Каково же было истинное соотношение сил в семействе Хаммерсенг?
— Я думала, тебе эти люди небезразличны, — сказала она.
— Так и есть! — ответил он, не подумав. Ее обвиняющий тон предполагал немедленный ответ. — То есть были небезразличны… Я же говорил, больше двадцати лет прошло… — Он замолчал. Он вновь повторяется.
— Ну, ладно…. Но сейчас ты, кажется, пытаешь искупить свою вину.
— Это всего лишь отношение к тому, что выясняется в ходе вашего расследования.
— И твоего собственного…
— Ты о чем это?
— Ты все понял!
— Я рассказал тебе о том, что я выяснил.
— Да, после того, как я надавила на тебя.
— Ну, хорошо, чего еще тебе не хватает?
О поездке в «Киви-на-шоссе» он умолчал.
— Может, капельки доверия? — Она поджала колени, словно стараясь случайно не коснуться его.
— С того момента, как произошла эта трагедия, тебя не узнать.
Он видел всю ее растерянность. Ему очень хотелось раскрыться ей навстречу, но он не знал, с чего начать.
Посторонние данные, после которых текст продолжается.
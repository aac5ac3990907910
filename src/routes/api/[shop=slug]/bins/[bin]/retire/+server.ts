import { Nothing } from '$lib/parts/input';
import { retireBin } from '$lib/server/bins';
import { change } from '$lib/server/people';
import type { RequestEvent } from './$types';

export const POST = change('work', Nothing, async (ctx, _input, { params }: RequestEvent) => ({
	body: await retireBin(ctx, params.bin)
}));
Во всяком случае, не сейчас: выпрямив спину и вжавшись в угол дивана, она смотрела на него так, будто он был основным подозреваемым по этому делу.
— Что эти люди сделали с тобой, Юнфинн?
Она не обвиняла напрямую, но он чувствовал, что в ее высказывании таится обвинение.
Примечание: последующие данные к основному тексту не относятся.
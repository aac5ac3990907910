import { replay } from '$lib/donors/state';
import { WANTED_SHOTS } from '$lib/donors/shots';
import { NotFound } from '$lib/refusal';
import { SAFE_TICKS } from '$lib/trade';
import { and, asc, eq } from 'drizzle-orm';
import sharp from 'sharp';
import { beforeAll, describe, expect, it } from 'vitest';
import { inShop, type Context } from '../context';
import { testShops, type TestShop } from '../../../../tests/support/shops';
import { editPolicy } from '../people';
import { event } from '../people/tables';
import { keepPhoto } from '../photos';
import { part } from '../parts/tables';
import { findTag, mintTag } from '../tags';
import {
	addBox,
	addDonorPhoto,
	bringBackDonor,
	editDonor,
	finishDonor,
	getDonor,
	leaveDonor,
	listDonors,
	listMakers,
	notToLeave,
	parkDonor,
	pullableDonor,
	putBackDonorPhoto,
	releaseDonor,
	removeDonorPhoto,
	reopenDonor,
	reviewDonor,
	stripDonor,
	takeIn,
	tickSafe,
	undoDonorMove,
	donorRow
} from '.';

let ours: TestShop;
let theirs: TestShop;
let bench: Context;
beforeAll(async () => {
	({ ours, theirs } = await testShops());
	bench = await ours.as('bench');
});

const allTicks = SAFE_TICKS.map((tick) => tick.id);
const own = { route: 'own' as const, document: '' };
const caught = (work: Promise<unknown>) => work.catch((fault: unknown) => fault);
const plate = () =>
	sharp({ create: { width: 90, height: 60, channels: 3, background: '#777' } })
		.jpeg()
		.toBuffer();

/** A donor with every gate open but those left out. */
async function ready(ctx: Context, { holdUntil }: { holdUntil?: string } = {}): Promise<string> {
	const { number } = await takeIn(ctx, {
		maker: 'Grauvik',
		model: 'BULK-54U',
		cause: 'no-oil',
		sureness: 'seen',
		release: { ...own, holdUntil }
	});
	await tickSafe(ctx, number, { ticks: allTicks, version: 1 });
	return number;
}

const statesOf = (ctx: Context, id: number) =>
	inShop(ctx, (tx) =>
		tx
			.select({ toState: event.toState })
			.from(event)
			.where(and(eq(event.shopId, ctx.shopId), eq(event.about, 'donor'), eq(event.aboutId, id)))
			.orderBy(asc(event.id))
	);

describe('taking in', () => {
	it('gives the next number of the shop and a box with a tag', async () => {
		const one = await takeIn(bench, { model: 'TARN-21L' });
		const two = await takeIn(bench, { model: 'TARN-21L' });
		expect(Number(two.number.slice(1)) - Number(one.number.slice(1))).toBe(1);
		expect(await findTag(bench, one.tag)).toMatchObject({ what: 'box' });
		expect((await takeIn(theirs.ctx, { model: 'X' })).number).toBe('D1');
		expect(await getDonor(bench, one.tag.toLowerCase())).toEqual(await getDonor(bench, one.number));
	});

	it('never gives a number twice, however many come at once', async () => {
		const all = await Promise.all(
			Array.from({ length: 12 }, () => takeIn(ours.ctx, { model: 'LOFT-16U' }))
		);
		expect(new Set(all.map((one) => one.number)).size).toBe(12);
		expect(new Set(all.map((one) => one.tag)).size).toBe(12);
	});

	it('needs a model or a photo of the plate', async () => {
		expect(await caught(takeIn(bench, { maker: 'Ondrake' }))).toMatchObject({
			code: 'bad input',
			field: 'model',
			message: 'Enter the model, or add a photo of the plate.'
		});
		const kept = await keepPhoto(bench, await plate());
		const { number } = await takeIn(bench, {}, [kept]);
		const view = await getDonor(bench, number);
		expect(view).toMatchObject({ engine: 'Engine not read yet', state: 'whole' });
		expect(view.photos.map((photo) => photo.shot)).toEqual(['label']);
	});

	it('nags for what is missing', async () => {
		const { number } = await takeIn(bench, { model: 'TARN-21L' });
		const { todo, gates } = await getDonor(bench, number);
		expect(todo.map((one) => one.id)).toEqual(['release', 'cause', 'safe', 'photos']);
		expect(gates).toHaveLength(3);
	});

	it('keeps what was paid from those who do not see costs', async () => {
		expect(await caught(takeIn(bench, { model: 'A', paidCents: 900 }))).toMatchObject({
			code: 'role'
		});
		const { number } = await takeIn(ours.ctx, { model: 'A', paidCents: 900 });
		expect(await getDonor(bench, number)).not.toHaveProperty('paidCents');
		expect(await getDonor(ours.ctx, number)).toMatchObject({ paidCents: 900 });
		expect(JSON.stringify((await getDonor(bench, number)).events)).not.toContain('900');
	});
});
— Я не верю в несчастный случай, — выпалил он.
— У нас нет никаких оснований подозревать что-либо еще.
— А я в этом сомневаюсь все сильнее и сильнее.
— И на чем основывается твое мнение?
— На определенных моментах… — выкрутился он. Опять не смог промолчать. Снова она приперла его к стенке.
— Вот оно как? Ты опять проводил личное расследование или мы вновь будем разгадывать загадки и ребусы? — Она была беспощадна.
— Попробуй проверить один момент, — начал он, одновременно разозленный и удивленный ее выпадом. — И это не я «лично» вынюхал, как ты выражаешься. Это рассказал сам главный вынюхиватель на самом первом совещании. Ты тоже там была… — Он проницательно взглянул на нее и получил такой же взгляд в ответ. — Помнишь, он сказал, что супруги Хаммерсенг были женаты сорок один год? Очень похоже на Снупи, правда? Сорок один. Не «около сорока» или «примерно сорок», а «сорок один». Точность во всем! Так вот, мы с их сыном Клаусом одного возраста, то есть ему тоже сорок три. Значит, когда они поженились, Клаусу было около двух лет. В наши дни о такой чепухе можно было бы и не упоминать. Однако сорок лет назад это считалось великим позором. Особенно для милых жителей маленьких городков. Это может означать одно из трех. Первый вариант: сын стал плодом внебрачной связи. Но зачем они два года ждали, прежде чем поженились? Почему не поторопились, чтобы скрыть такой позор? Или они решились усыновить ребенка и усыновили двухлетку. В таком случае этот факт был прежде не известен, и я не знаю, подтверждается ли он какими-либо документами. — В ответ она покачала головой. — Существует и третий вариант, — голос Валманна звучал по-прежнему воинственно, а ведь ему так хотелось рассказать ей об этом по-иному, — в этом случае Клаус — не сын Георга Хаммерсенга. Возможно, когда эти двое познакомились, у фру Лидии уже был сын, и Георг тоже скрывал правду, решив заботиться о нем и воспитать, как собственного ребенка. Тогда это — покрытая мраком семейная тайна, которая особенно осложняла отношения между ними, когда Клаус вырос и не смог оправдать надежд Георга.